Task objective
Give back all the records below, unaltered.

BEGIN Records to use

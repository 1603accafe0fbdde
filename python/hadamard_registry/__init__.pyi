"""Type hints for ``hadamard_registry`` (the docstrings are in ``__init__.py``)."""

import os
from typing import Any, Dict, Literal, Optional, Sequence, Tuple, Union, overload

import numpy as np
import numpy.typing as npt

from .errors import (
    DeriveError as DeriveError,
    HadamardError as HadamardError,
    MatrixParseError as MatrixParseError,
    NotConstructibleError as NotConstructibleError,
    NotHadamardError as NotHadamardError,
    RotationError as RotationError,
)

PathLike = Union[str, os.PathLike[str]]
Floats = Union[npt.NDArray[np.float32], npt.NDArray[np.float64]]

@overload
def hadamard(n: int, *, with_id: Literal[False] = ...) -> npt.NDArray[np.int8]: ...
@overload
def hadamard(n: int, *, with_id: Literal[True]) -> Tuple[npt.NDArray[np.int8], str]: ...
def verify(a: Union[npt.ArrayLike, PathLike], *, max_pairs: int = ...) -> Dict[str, Any]: ...
def routes(n: int) -> Dict[str, Any]: ...
def advise(*, dimension: int) -> Dict[str, Any]: ...
def smallest_known(*, at_least: int) -> Dict[str, Any]: ...
@overload
def rotate(x: npt.NDArray[np.float32], dim: int = ..., normalized: bool = ...) -> npt.NDArray[np.float32]: ...
@overload
def rotate(x: npt.NDArray[np.float64], dim: int = ..., normalized: bool = ...) -> npt.NDArray[np.float64]: ...
def rotation_plan(d: int) -> Dict[str, Any]: ...
def rotation_id(d: int) -> str: ...
def rotation_matrix(d: int) -> npt.NDArray[np.int8]: ...
def screening(
    factors: Optional[int] = ...,
    *,
    order: Optional[int] = ...,
    matrix: Optional[npt.ArrayLike] = ...,
    columns: Optional[Sequence[int]] = ...,
    names: Optional[Sequence[str]] = ...,
    levels: Optional[Sequence[Tuple[str, str]]] = ...,
    fold_over: bool = ...,
    centre_points: int = ...,
    seed: Optional[int] = ...,
) -> Dict[str, Any]: ...
def brr(strata: int, *, order: Optional[int] = ..., matrix: Optional[npt.ArrayLike] = ...) -> Dict[str, Any]: ...
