#include "app/figure_path.h"

#include "io/figure.h"
#include "lti/error.h"

namespace lw::app {

void CheckFigurePath(const std::string& option, const std::string& path) {
  try {
    FigureFormatOf(path);
  } catch (const UsageError&) {
    throw UsageError(option + " '" + path +
                     "': a figure file must end in .svg, .png or .pdf; nothing was written");
  }
}

std::string SiblingFigurePath(const std::string& path, const std::string& suffix) {
  size_t slash = path.find_last_of('/');
  size_t dot = path.find_last_of('.');
  if (dot == std::string::npos || (slash != std::string::npos && dot < slash)) {
    return path + "-" + suffix;
  }
  return path.substr(0, dot) + "-" + suffix + path.substr(dot);
}

}  // namespace lw::app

END Records to use

Final answer
repository 1603accafe0fbdde
filename python/hadamard_registry/__init__.pyi
"""Type hints for ``hadamard_registry`` (the docstrings are in ``__init__.py``)."""

import os
from typing import Any, Dict, Literal, Optional, Sequence, Tuple, Union, overload

import numpy as np
import numpy.typing as npt

from .errors import (
    DeriveError as DeriveError,
    HadamardError as HadamardError,
    MatrixParseError as MatrixParseError,
    NotConstructibleError as NotConstructibleError,
    NotHadamardError as NotHadamardError,
    RotationError as RotationError,
)

PathLike = Union[str, os.PathLike[str]]
Floats = Union[npt.NDArray[np.float32], npt.NDArray[np.float64]]

@overload
def hadamard(n: int, *, with_id: Literal[False] = ...) -> npt.NDArray[np.int8]: ...
@overload
def hadamard(n: int, *, with_id: Literal[True]) -> Tuple[npt.NDArray[np.int8], str]: ...
def verify(a: Union[npt.ArrayLike, PathLike], *, max_pairs: int = ...) -> Dict[str, Any]: ...
def routes(n: int) -> Dict[str, Any]: ...
def advise(*, dimension: int) -> Dict[str, Any]: ...
def smallest_known(*, at_least: int) -> Dict[str, Any]: ...
@overload
def rotate(x: npt.NDArray[np.float32], dim: int = ..., normalized: bool = ...) -> npt.NDArray[np.float32]: ...
@overload
def rotate(x: npt.NDArray[np.float64], dim: int = ..., normalized: bool = ...) -> npt.NDArray[np.float64]: ...
def rotation_plan(d: int) -> Dict[str, Any]: ...
def rotation_id(d: int) -> str: ...
def rotation_matrix(d: int) -> npt.NDArray[np.int8]: ...
def screening(
    factors: Optional[int] = ...,
    *,
    order: Optional[int] = ...,
    matrix: Optional[npt.ArrayLike] = ...,
    columns: Optional[Sequence[int]] = ...,
    names: Optional[Sequence[str]] = ...,
    levels: Optional[Sequence[Tuple[str, str]]] = ...,
    fold_over: bool = ...,
    centre_points: int = ...,
    seed: Optional[int] = ...,
) -> Dict[str, Any]: ...
def brr(strata: int, *, order: Optional[int] = ..., matrix: Optional[npt.ArrayLike] = ...) -> Dict[str, Any]: ...
#include "app/figure_path.h"

#include "io/figure.h"
#include "lti/error.h"

namespace lw::app {

void CheckFigurePath(const std::string& option, const std::string& path) {
  try {
    FigureFormatOf(path);
  } catch (const UsageError&) {
    throw UsageError(option + " '" + path +
                     "': a figure file must end in .svg, .png or .pdf; nothing was written");
  }
}

std::string SiblingFigurePath(const std::string& path, const std::string& suffix) {
  size_t slash = path.find_last_of('/');
  size_t dot = path.find_last_of('.');
  if (dot == std::string::npos || (slash != std::string::npos && dot < slash)) {
    return path + "-" + suffix;
  }
  return path.substr(0, dot) + "-" + suffix + path.substr(dot);
}

}  // namespace lw::app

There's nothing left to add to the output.